$\displaystyle L = \int_{0}^{\frac{\pi}{4}} 2\sqrt{1+t^2} dt \rightarrow 2\int_{0}^{\frac{\pi}{4}} \sqrt{1^2 +t^2} dt$

$\displaystyle t = tan(\theta) \rightarrow dt = sec^2(\theta) d\theta$

$\displaystyle = 2 \int \sqrt{1 + tan^2(\theta)} * sec^2(\theta) d\theta \rightarrow 2\int sec^3(\theta) d\theta$

$\displaystyle = 2 \int (1+tan^2(\theta)) * sec(\theta) d\theta \rightarrow 2\int sec(\theta) + sec(\theta)tan^2(\theta) d\theta$

$\displaystyle =2\int sec(\theta) d\theta + 2\int sec(\theta)tan^2(\theta) d\theta$

$\displaystyle =2 \int sec(\theta) d\theta \rightarrow 2\ln[sec(\theta) + tan(\theta)]$

To simplify the first integral answer isn't it just setting up a right triangle and figuring out what the values will be?
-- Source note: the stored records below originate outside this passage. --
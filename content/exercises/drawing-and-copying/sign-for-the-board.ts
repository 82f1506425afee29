import {
  defineExercise,
  type Criterion,
  type Setting,
  type SettingSlip,
  type Variant,
} from '@/lib/marking/definition';
import { countField, lengthField } from '@/lib/quantities/field';
import { drawSize, givenLength, inUnits, plain, said } from '../sizes';
import {
  demandsMet,
  firstLayout,
  fitsBoard,
  largestScale,
  layOut,
  tooLargeScale,
  type Board,
  type Layout,
} from './board-layout';

type Drawn = {
  readonly signWidth: number;
  readonly signHeight: number;
  readonly boardWidth: number;
  readonly boardHeight: number;
};

const stock = { metric: [300, 400, 500, 600, 800], inch: [12, 16, 20, 24, 30] };

type Demand = keyof ReturnType<typeof demandsMet>;

/** Design: bars, hole and place for an enlarged sign that just fits its board. */
export const signForTheBoard = defineExercise<Drawn>({
  id: 'sign-for-the-board',
  version: 1,
  kind: 'design',
  lesson: 'pantograph',
  title: 'A sign for the board',
  skills: ['pantograph.holes', 'pantograph.scale', 'pantograph.reach'],
  draw(source, units) {
    const signWidth = drawSize(source, units, { mm: [120, 200, 10], in: [5, 8, 1 / 2] });
    const signHeight = drawSize(source, units, { mm: [60, 120, 10], in: [2.5, 4.5, 1 / 2] });
    const scale = source.pick([1.5, 1.6, 2, 2.5, 3, 4]);
    const [across, up] = source.pick([
      [1.03, 1.4],
      [1.4, 1.03],
    ] as const);
    const grid = gridOf(units);
    const boardWidth = Math.ceil((scale * across * signWidth) / grid) * grid;
    const boardHeight = Math.ceil((scale * up * signHeight) / grid) * grid;
    const drawn = { signWidth, signHeight, boardWidth, boardHeight };
    const answered = stock[units].map((bar) => firstLayout([bar], boardOf(drawn, units), grid));
    return answered.some((layout) => layout !== null) && answered.includes(null) ? drawn : null;
  },
  prompt: ({ units }) =>
    `The harbour sign is to be enlarged on to a board. Choose two equal long bars from the stock; the hole, counted from the fixed pin (holes every ${said(inUnits(units, 25, 1), units)}, and the same number from the elbow on the second bar); and how far from the fixed point the near edge of the copy lies. Drawing and copy lie centred on one line through the fixed point, ${said(inUnits(units, 20, 3 / 4), units)} apart at least. The stylus is in the middle, and the elbow may work from 30° to 150°.`,
  givens: ({ givens: g, units }) => [
    givenLength('w', 'sign, wide', g.signWidth, units),
    givenLength('h', 'sign, high', g.signHeight, units),
    givenLength('W', 'board, wide', g.boardWidth, units),
    givenLength('H', 'board, high', g.boardHeight, units),
  ],
  parts: [
    {
      kind: 'design',
      key: 'layout',
      skills: ['pantograph.holes', 'pantograph.scale', 'pantograph.reach'],
      label: () => 'Bars, hole and place',
      fields: ({ units }) => [
        {
          kind: 'stock',
          key: 'bar',
          label: 'Long bars',
          choices: stock[units].map((value) => ({ value, label: said(value, units) })),
        },
        {
          kind: 'quantity',
          key: 'hole',
          label: 'Hole, counted from the fixed pin',
          field: countField('holes'),
        },
        {
          kind: 'quantity',
          key: 'from',
          label: 'Fixed point to near edge of the copy',
          field: lengthField(units),
        },
      ],
      criteria: [
        criterion('inside', 'The copy stays inside the board', 'pantograph.scale', (v, layout) => {
          const scale = scaleOf(layout, v);
          return `At a scale of ${plain(scale)} the copy is ${said(scale * v.givens.signWidth, v.units)} by ${said(scale * v.givens.signHeight, v.units)}.`;
        }),
        criterion(
          'large',
          'It is at least 92 % as large as fits',
          'pantograph.holes',
          (v, layout) =>
            `At a scale of ${plain(scaleOf(layout, v))} the board is not used: there is room for more.`,
        ),
        criterion(
          'near',
          'The pen reaches its near edge',
          'pantograph.reach',
          (v, layout) =>
            `With the elbow at 30° the pen is ${length(v, layOut(layout, board(v))?.nearest)} from the fixed point; the near edge lies at ${length(v, layout.from)}.`,
        ),
        criterion('far', 'The pen reaches its far corners', 'pantograph.reach', (v, layout) => {
          const out = layOut(layout, board(v));
          return `The far corner lies ${length(v, out?.farCorner)} out, and with the elbow at 150° the pen reaches ${length(v, out?.farthest)}.`;
        }),
        criterion(
          'clear',
          'Drawing and copy stay clear of each other',
          'pantograph.reach',
          (v, layout) =>
            `The sheets stay ${said(inUnits(v.units, 20, 3 / 4), v.units)} apart from ${length(v, layOut(layout, board(v))?.clearFrom)} on; the near edge lies at ${length(v, layout.from)}.`,
        ),
      ],
      slips: [
        slip(
          'segment-ratio',
          (layout, v) =>
            fitsBoard(scaleOf(layout, v) - 1, board(v)) && !fitsBoard(scaleOf(layout, v), board(v)),
          (v, layout) =>
            `You divided the bar into 1 and k. This copies at ${plain(scaleOf(layout, v))} and runs over the board.`,
        ),
        slip(
          'from-the-elbow',
          (layout, v) => {
            const scale = scaleOf(layout, v);
            return fitsBoard(scale / (scale - 1), board(v)) && !fitsBoard(scale, board(v));
          },
          () => 'Count the holes from the fixed pin: you counted them from the elbow.',
        ),
        slip(
          'larger-size',
          (layout, v) =>
            scaleOf(layout, v) > largestScale(board(v)) + 1e-9 &&
            scaleOf(layout, v) <= tooLargeScale(board(v)),
          () => 'It fits one way only: the smaller of W ÷ w and H ÷ h decides.',
        ),
        slip(
          'full-stretch',
          (layout, v) => {
            const out = layOut(layout, board(v));
            return out !== null && out.farCorner > out.farthest && out.farCorner <= 2 * layout.bar;
          },
          () => 'You reckoned with the elbow straight. Beyond 150° the corners shake.',
        ),
        slip(
          'sheets-overlap',
          (layout, v) => {
            const out = layOut(layout, board(v));
            return out !== null && layout.from < out.clearFrom - 1e-9;
          },
          (v, layout) =>
            `The copy would begin on top of the drawing, for both lie on one line. Move the fixed point ${length(v, (layOut(layout, board(v))?.clearFrom ?? NaN) - layout.from)} farther off.`,
        ),
      ],
      answer: (v) => settingOf(answerOf(v)),
      echo: (setting, { units }) => {
        const { bar, hole, from } = layoutOf(setting);
        return `bars of ${said(bar, units)}, hole ${hole}, near edge at ${said(from, units)}`;
      },
    },
  ],
  hints: ({ givens: g, units }) => [
    'The scale from the board, the hole from the scale, the bars from the reach: in this order.',
    'k = L ÷ b, at most W ÷ w and H ÷ h. Near edge at least 2L sin 15° and k(h + gap) ÷ (k − 1); far corner at most 2L sin 75°.',
    `Largest scale: the smaller of ${said(g.boardWidth, units)} ÷ ${said(g.signWidth, units)} and ${said(g.boardHeight, units)} ÷ ${said(g.signHeight, units)}.`,
  ],
  solution(variant) {
    const { units } = variant;
    const layout = answerOf(variant);
    const out = layOut(layout, board(variant));
    return [
      `The board allows a scale of ${plain(largestScale(board(variant)))} at most, and ${plain(0.92 * largestScale(board(variant)))} is large enough.`,
      `Bars of ${said(layout.bar, units)} with hole ${layout.hole}, ${said(layout.hole * board(variant).pitch, units)} from the fixed pin, copy at ${plain(out?.scale ?? NaN)}.`,
      `The near edge lies at ${said(layout.from, units)}: the pen works from ${length(variant, out?.nearest)} on, and the sheets are clear from ${length(variant, out?.clearFrom)} on.`,
      `The far corner lies ${length(variant, out?.farCorner)} out; the pen reaches ${length(variant, out?.farthest)}.`,
    ];
  },
});

function gridOf(units: Variant['units']): number {
  return inUnits(units, 10, 1 / 2);
}

function boardOf(drawn: Drawn, units: Variant['units']): Board {
  return { ...drawn, pitch: inUnits(units, 25, 1), clear: inUnits(units, 20, 3 / 4) };
}

function board({ givens, units }: Variant<Drawn>): Board {
  return boardOf(givens, units);
}

function answerOf(variant: Variant<Drawn>): Layout {
  const { units } = variant;
  const layout = firstLayout(stock[units], board(variant), gridOf(units));
  if (layout === null) throw new RangeError('sign-for-the-board: no bar of the stock answers');
  return layout;
}

function layoutOf(setting: Setting): Layout {
  return { bar: Number(setting.bar), hole: Number(setting.hole), from: Number(setting.from) };
}

function settingOf({ bar, hole, from }: Layout): Setting {
  return { bar, hole, from };
}

/** The scale, NaN where the hole is not on the bar: then nothing is met and no slip is seen. */
function scaleOf(layout: Layout, variant: Variant<Drawn>): number {
  return layOut(layout, board(variant))?.scale ?? NaN;
}

function length({ units }: Variant<Drawn>, value: number | undefined): string {
  return said(value ?? NaN, units);
}

function criterion(
  key: Demand,
  label: string,
  skill: string,
  message: (variant: Variant<Drawn>, layout: Layout) => string,
): Criterion<Drawn> {
  return {
    key,
    skills: [skill],
    label: () => label,
    met: (setting, variant) => demandsMet(layoutOf(setting), board(variant))[key],
    message: (setting, variant) =>
      layOut(layoutOf(setting), board(variant)) === null
        ? 'There is no such hole on this bar.'
        : message(variant, layoutOf(setting)),
  };
}

function slip(
  id: string,
  seen: (layout: Layout, variant: Variant<Drawn>) => boolean,
  advice: (variant: Variant<Drawn>, layout: Layout) => string,
): SettingSlip<Drawn> {
  const holds = (setting: Setting, variant: Variant<Drawn>) => seen(layoutOf(setting), variant);
  return {
    id,
    holds,
    advice: (variant, setting) => advice(variant, layoutOf(setting)),
    example(variant) {
      const earlier = slipsBefore(id);
      const found = candidates(variant).find(
        (layout) =>
          seen(layout, variant) &&
          !Object.values(demandsMet(layout, board(variant))).every(Boolean) &&
          earlier.every((each) => !each.holds(settingOf(layout), variant)),
      );
      return found === undefined ? null : settingOf(found);
    },
  };
}

/** The slips that would be recognised first. */
function slipsBefore(id: string): readonly SettingSlip[] {
  const [part] = signForTheBoard.parts;
  const slips = part?.kind === 'design' ? part.slips : [];
  return slips.slice(
    0,
    slips.findIndex((each) => each.id === id),
  );
}

/** Layouts near the right one: every hole of every bar, with a few places of the copy. */
function candidates(variant: Variant<Drawn>): readonly Layout[] {
  const { units } = variant;
  const answer = answerOf(variant);
  return stock[units].flatMap((bar) => {
    const holes = Math.ceil(bar / board(variant).pitch) - 1;
    return Array.from({ length: holes }, (_, index) => index + 1).flatMap((hole) =>
      [answer.from, 0, bar, 1.3 * bar].map((from) => ({ bar, hole, from })),
    );
  });
}
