import { defineExercise, type Earlier, type Variant } from '@/lib/marking/definition';
import { trammelForOval } from '@/lib/kinematics/linkage/trammel';
import { pinsApart } from '@/lib/kinematics/linkage/trammel-making';
import { lengthField } from '@/lib/quantities/field';
import { drawSize, givenLength, lengthWithin, said } from '../sizes';

type Drawn = { readonly length: number; readonly width: number };

/** Number: where do the pins go for an oval of a given size? */
export const pinsForAnOval = defineExercise<Drawn>({
  id: 'pins-for-an-oval',
  version: 1,
  kind: 'number',
  lesson: 'trammel-and-oval',
  title: 'Pins for an oval',
  skills: ['trammel.pins-from-size', 'trammel.semi-axes'],
  draw(source, units) {
    const length = drawSize(source, units, { mm: [240, 800, 10], in: [10, 32, 1 / 2] });
    const width = drawSize(source, units, { mm: [120, 640, 10], in: [5, 26, 1 / 2] });
    return width >= 0.3 * length && width <= 0.9 * length ? { length, width } : null;
  },
  prompt: () =>
    'A harbour window is to be an oval ℓ long and w wide. How far from the pen do you set the far pin and the near pin, and how far apart are the two pins then? The pen stands beyond both.',
  givens: ({ givens: g, units }) => [
    givenLength('ℓ', 'length', g.length, units),
    givenLength('w', 'width', g.width, units),
  ],
  parts: [
    {
      kind: 'number',
      key: 'far',
      skills: ['trammel.pins-from-size', 'trammel.semi-axes'],
      label: () => 'Pen to far pin',
      field: (units) => lengthField(units),
      tolerance: lengthWithin(0.5, 0.02),
      answer: (variant) => pins(variant).uprightPin,
      slips: [
        { id: 'full-axes', value: ({ givens: g }) => g.length, advice: fullAxes },
        { id: 'far-and-near-swapped', value: (v) => pins(v).levelPin, advice: swapped },
      ],
    },
    {
      kind: 'number',
      key: 'near',
      skills: ['trammel.pins-from-size', 'trammel.semi-axes'],
      label: () => 'Pen to near pin',
      field: (units) => lengthField(units),
      tolerance: lengthWithin(0.5, 0.02),
      answer: (variant) => pins(variant).levelPin,
      slips: [
        { id: 'full-axes', value: ({ givens: g }) => g.width, advice: fullAxes },
        { id: 'far-and-near-swapped', value: (v) => pins(v).uprightPin, advice: swapped },
      ],
    },
    {
      kind: 'number',
      key: 'apart',
      skills: ['trammel.pins-from-size'],
      label: () => 'Pins apart',
      field: (units) => lengthField(units),
      tolerance: lengthWithin(0.5, 0.02),
      answer: (_variant, earlier) => apart(earlier),
      slips: [
        { id: 'full-axes', value: ({ givens: g }) => g.length - g.width, advice: fullAxes },
        {
          id: 'sum-for-difference',
          value: ({ givens: g }) =>
            pinsApart(trammelForOval(g.length, g.width, { pen: 'between' })),
          advice: () =>
            'That is how far apart they stand with the pen between them. With the pen beyond both, take the difference of the halves.',
        },
      ],
    },
  ],
  hints: ({ givens: g, units }) => [
    'Halve the oval first: from the crossing the pen only ever reaches half of it.',
    'f = ℓ ÷ 2, n = w ÷ 2, and the pins are f − n apart.',
    `f = ${said(g.length, units)} ÷ 2.`,
  ],
  solution(variant) {
    const { givens: g, units } = variant;
    const trammel = pins(variant);
    const [far, near] = [said(trammel.uprightPin, units), said(trammel.levelPin, units)];
    return [
      `The far pin reaches half the length: ${said(g.length, units)} ÷ 2 = ${far}.`,
      `The near pin reaches half the width: ${said(g.width, units)} ÷ 2 = ${near}.`,
      `The pins are ${far} − ${near} = ${said(pinsApart(trammel), units)} apart.`,
    ];
  },
});

function pins({ givens: g }: Variant<Drawn>) {
  return trammelForOval(g.length, g.width);
}

function apart({ far = NaN, near = NaN }: Earlier): number {
  return pinsApart({ uprightPin: far, levelPin: near });
}

function fullAxes({ givens: g, units }: Variant<Drawn>): string {
  return `From the middle the pen reaches half of ${said(g.length, units)} and half of ${said(g.width, units)}: set the halves.`;
}

function swapped(): string {
  return 'The other way about: the farther pin belongs to the longer half.';
}
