import { defineExercise, type Variant } from '@/lib/marking/definition';
import { trammelOval, type Trammel } from '@/lib/kinematics/linkage/trammel';
import { lengthField } from '@/lib/quantities/field';
import { drawSize, givenLength, givenNumber, inUnits, lengthWithin, said } from '../sizes';

type Drawn = {
  readonly far: number;
  readonly near: number;
  readonly farRunsIn: 'east-west' | 'north-south';
};

/** Number: how large is the oval, and which way does it lie, for two pins on a bar? */
export const ovalFromPins = defineExercise<Drawn>({
  id: 'oval-from-pins',
  version: 1,
  kind: 'number',
  lesson: 'trammel-and-oval',
  title: 'The oval from its pins',
  skills: ['trammel.semi-axes', 'oval.size'],
  draw(source, units) {
    const far = drawSize(source, units, { mm: [120, 400, 5], in: [5, 16, 1 / 4] });
    const near = drawSize(source, units, { mm: [60, 340, 5], in: [2.5, 13.5, 1 / 4] });
    const farRunsIn = source.pick(['east-west', 'north-south'] as const);
    return far - near >= inUnits(units, 20, 1) ? { far, near, farRunsIn } : null;
  },
  prompt: ({ givens: g }) =>
    `One groove lies east-west, the other north-south. The far pin is f from the pen and runs in the ${g.farRunsIn} groove; the near pin is n from the pen and runs in the other. How far across is the oval east-west, and how far north-south?`,
  givens: ({ givens: g, units }) => [
    givenLength('f', 'pen to far pin', g.far, units),
    givenLength('n', 'pen to near pin', g.near, units),
    givenNumber('', 'groove of the far pin', g.farRunsIn),
  ],
  parts: [
    {
      kind: 'number',
      key: 'eastWest',
      skills: ['trammel.semi-axes', 'oval.size'],
      label: () => 'Across, east-west',
      field: (units) => lengthField(units),
      tolerance: lengthWithin(0.5, 0.02),
      answer: (variant) => across(variant).eastWest,
      slips: [
        { id: 'half-for-full', value: (v) => across(v).eastWest / 2, advice: halfForFull },
        { id: 'far-and-near-swapped', value: (v) => across(v).northSouth, advice: swapped },
        {
          id: 'spacing-for-axis',
          value: (v) => spacing(v, 'east-west'),
          advice: spacingForAxis,
        },
      ],
    },
    {
      kind: 'number',
      key: 'northSouth',
      skills: ['trammel.semi-axes', 'oval.size'],
      label: () => 'Across, north-south',
      field: (units) => lengthField(units),
      tolerance: lengthWithin(0.5, 0.02),
      answer: (variant) => across(variant).northSouth,
      slips: [
        { id: 'half-for-full', value: (v) => across(v).northSouth / 2, advice: halfForFull },
        { id: 'far-and-near-swapped', value: (v) => across(v).eastWest, advice: swapped },
        {
          id: 'spacing-for-axis',
          value: (v) => spacing(v, 'north-south'),
          advice: spacingForAxis,
        },
      ],
    },
  ],
  hints: ({ givens: g, units }) => [
    'Bring one pin to the crossing. Where does the bar lie then, and how far out is the pen?',
    'Half of the oval along a groove is the pen’s distance to the pin that runs in the other groove.',
    `With the far pin on the crossing the pen is ${said(g.far, units)} out, along the groove of the near pin.`,
  ],
  solution(variant) {
    const { givens: g, units } = variant;
    const { eastWest, northSouth } = across(variant);
    const [eastPin, northPin] = g.farRunsIn === 'north-south' ? [g.far, g.near] : [g.near, g.far];
    return [
      'With a pin on the crossing the bar lies along the other groove, and the pen is as far out as it ever gets that way.',
      `East-west counts the pin in the north-south groove: 2 × ${said(eastPin, units)} = ${said(eastWest, units)}.`,
      `North-south counts the pin in the east-west groove: 2 × ${said(northPin, units)} = ${said(northSouth, units)}.`,
    ];
  },
});

function across({ givens: g }: Variant<Drawn>): { eastWest: number; northSouth: number } {
  const trammel: Trammel =
    g.farRunsIn === 'north-south'
      ? { uprightPin: g.far, levelPin: g.near }
      : { uprightPin: g.near, levelPin: g.far };
  const oval = trammelOval(trammel);
  const [long, short] = [2 * oval.semiMajor, 2 * oval.semiMinor];
  return Math.abs(Math.cos(oval.majorAxis)) > Math.SQRT1_2
    ? { eastWest: long, northSouth: short }
    : { eastWest: short, northSouth: long };
}

/** Twice the pins' distance, for the shorter way across only. */
function spacing(variant: Variant<Drawn>, way: Drawn['farRunsIn']): number | null {
  const { far, near, farRunsIn } = variant.givens;
  return farRunsIn === way ? 2 * (far - near) : null;
}

function halfForFull(): string {
  return 'That is from the middle to the edge. The pen goes as far to the other side: double it.';
}

function swapped({ givens: g }: Variant<Drawn>): string {
  return `Stop the far pin on the crossing: the bar then lies along the other groove. The far pin runs ${g.farRunsIn}, so the oval is longest the other way.`;
}

function spacingForAxis({ givens: g, units }: Variant<Drawn>): string {
  return `${said(g.far - g.near, units)} is from pin to pin. The width comes from the near pin’s distance to the pen, ${said(g.near, units)}.`;
}
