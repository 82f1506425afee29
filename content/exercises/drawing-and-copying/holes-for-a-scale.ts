import { defineExercise, type Variant } from '@/lib/marking/definition';
import { pantographHoles } from '@/lib/kinematics/linkage/pantograph-making';
import { lengthField } from '@/lib/quantities/field';
import { drawSize, givenLength, givenNumber, lengthWithin, plain, said } from '../sizes';
import { scaleSaid, scaleValue, type Scale } from './scales';

type Drawn = {
  readonly first: number;
  readonly second: number;
  readonly copy: number;
  readonly drawing: number;
};

const scales: readonly Scale[] = [
  [5, 4],
  [4, 3],
  [3, 2],
  [5, 3],
  [5, 2],
  [3, 1],
  [4, 1],
];

/** Number: where are the holes for a wanted scale, and how long is the stylus bar? */
export const holesForAScale = defineExercise<Drawn>({
  id: 'holes-for-a-scale',
  version: 1,
  kind: 'number',
  lesson: 'pantograph',
  title: 'Holes for a scale',
  skills: ['pantograph.holes', 'pantograph.scale'],
  draw(source, units) {
    const first = drawSize(source, units, { mm: [300, 600, 20], in: [12, 24, 1] });
    const second = drawSize(source, units, { mm: [240, 600, 20], in: [10, 24, 1] });
    const [copy, drawing] = source.pick(scales);
    return first === second ? null : { first, second, copy, drawing };
  },
  prompt: () =>
    'The first end is fixed, the stylus in the middle, the pen at the last end. The long bars are L₁ and L₂, and the copy is to be k times as large. How far from the fixed pin is the hole on the first bar, how far from the elbow the hole on the second, and how long is the short bar that carries the stylus?',
  givens: ({ givens: g, units }) => [
    givenLength('L₁', 'first bar, fixed pin to elbow', g.first, units),
    givenLength('L₂', 'second bar, elbow to pen', g.second, units),
    givenNumber('k', 'copy to drawing', scaleSaid(g.copy, g.drawing)),
  ],
  parts: [
    {
      kind: 'number',
      key: 'firstHole',
      skills: ['pantograph.holes', 'pantograph.scale'],
      label: () => 'Fixed pin to the first bar’s hole',
      field: (units) => lengthField(units),
      tolerance: lengthWithin(0.5, 0.02),
      answer: (variant) => holes(variant).firstHole,
      slips: [
        {
          id: 'from-the-elbow',
          value: (v) => holes(v).otherBar,
          advice: () => 'You measured from the elbow. The scale counts from the fixed pin.',
        },
        {
          id: 'segment-ratio',
          value: ({ givens: g }) => g.first / (kOf(g) + 1),
          advice: segmentRatio,
        },
      ],
    },
    {
      kind: 'number',
      key: 'secondHole',
      skills: ['pantograph.holes', 'pantograph.scale'],
      label: () => 'Elbow to the second bar’s hole',
      field: (units) => lengthField(units),
      tolerance: lengthWithin(0.5, 0.02),
      answer: (variant) => holes(variant).secondHole,
      slips: [
        {
          id: 'from-the-pen',
          value: (v) => v.givens.second - holes(v).secondHole,
          advice: () =>
            'That is from the pen’s end. On this bar the share is laid off from the elbow, so that the three points fall in line.',
        },
        {
          id: 'segment-ratio',
          value: ({ givens: g }) => g.second / (kOf(g) + 1),
          advice: segmentRatio,
        },
      ],
    },
    {
      kind: 'number',
      key: 'stylusBar',
      skills: ['pantograph.holes'],
      label: () => 'Stylus bar, pin to stylus',
      field: (units) => lengthField(units),
      tolerance: lengthWithin(0.5, 0.02),
      answer: (_variant, { secondHole = NaN }) => secondHole,
      slips: [
        {
          id: 'wrong-short-bar',
          value: (v) => holes(v).otherBar,
          advice: () =>
            'That is the other short bar. The stylus bar lies parallel to the second long bar, opposite the piece from elbow to hole.',
        },
      ],
    },
  ],
  hints: ({ givens: g, units }) => [
    'The whole bar is to its near piece as the copy is to the drawing, on both bars alike.',
    'b = L₁ ÷ k and c = L₂ ÷ k. Opposite sides of the parallelogram are equal.',
    `b = ${said(g.first, units)} × ${g.drawing} ÷ ${g.copy}.`,
  ],
  solution(variant) {
    const { givens: g, units } = variant;
    const { firstHole, secondHole, stylusBar } = holes(variant);
    return [
      `First bar, from the fixed pin: ${said(g.first, units)} ÷ ${plain(kOf(g))} = ${said(firstHole, units)}.`,
      `Second bar, from the elbow: ${said(g.second, units)} ÷ ${plain(kOf(g))} = ${said(secondHole, units)}.`,
      `The stylus bar lies opposite that piece: ${said(stylusBar, units)} too.`,
    ];
  },
});

function kOf({ copy, drawing }: Drawn): number {
  return scaleValue([copy, drawing]);
}

function holes({ givens: g }: Variant<Drawn>) {
  const outcome = pantographHoles(g.first, g.second, kOf(g), 'middle-to-end');
  if (outcome.outcome !== 'holes') throw new RangeError(`holes-for-a-scale: ${outcome.outcome}`);
  return outcome;
}

function segmentRatio({ givens: g }: Variant<Drawn>): string {
  return `You cut the bar into 1 and k. The whole bar is k shares, the near piece one of them: yours copies at ${plain(kOf(g) + 1)}.`;
}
I got $\displaystyle sec(\theta) = \sqrt{t^2 +1}$ and $\displaystyle tan(\theta) = t$

So then the answer to that first integral would be $\displaystyle 2\ln[\sqrt{t^2+1} + t]$ right? To be honest I'm really lost on this entire problem after I got half way through the integral. How do I finish this problem up exactly? And when exactly do I change the limits on this? Assuming that I will have to at some point. I attached what wolfram got as an answer as well for the indefinite integral for a reference. I'm not reallly familiar with the reduction formula as I never learned that in calculus 2. Perhaps I also went too far in the integral above after looking at wolfram's work, though I'm not too sure again. Any help appreciated.

*Only put "Supposedly" in title because I wasn't completely sure if integration by parts is in this problem or not. But after submitting it seems more likely that it is.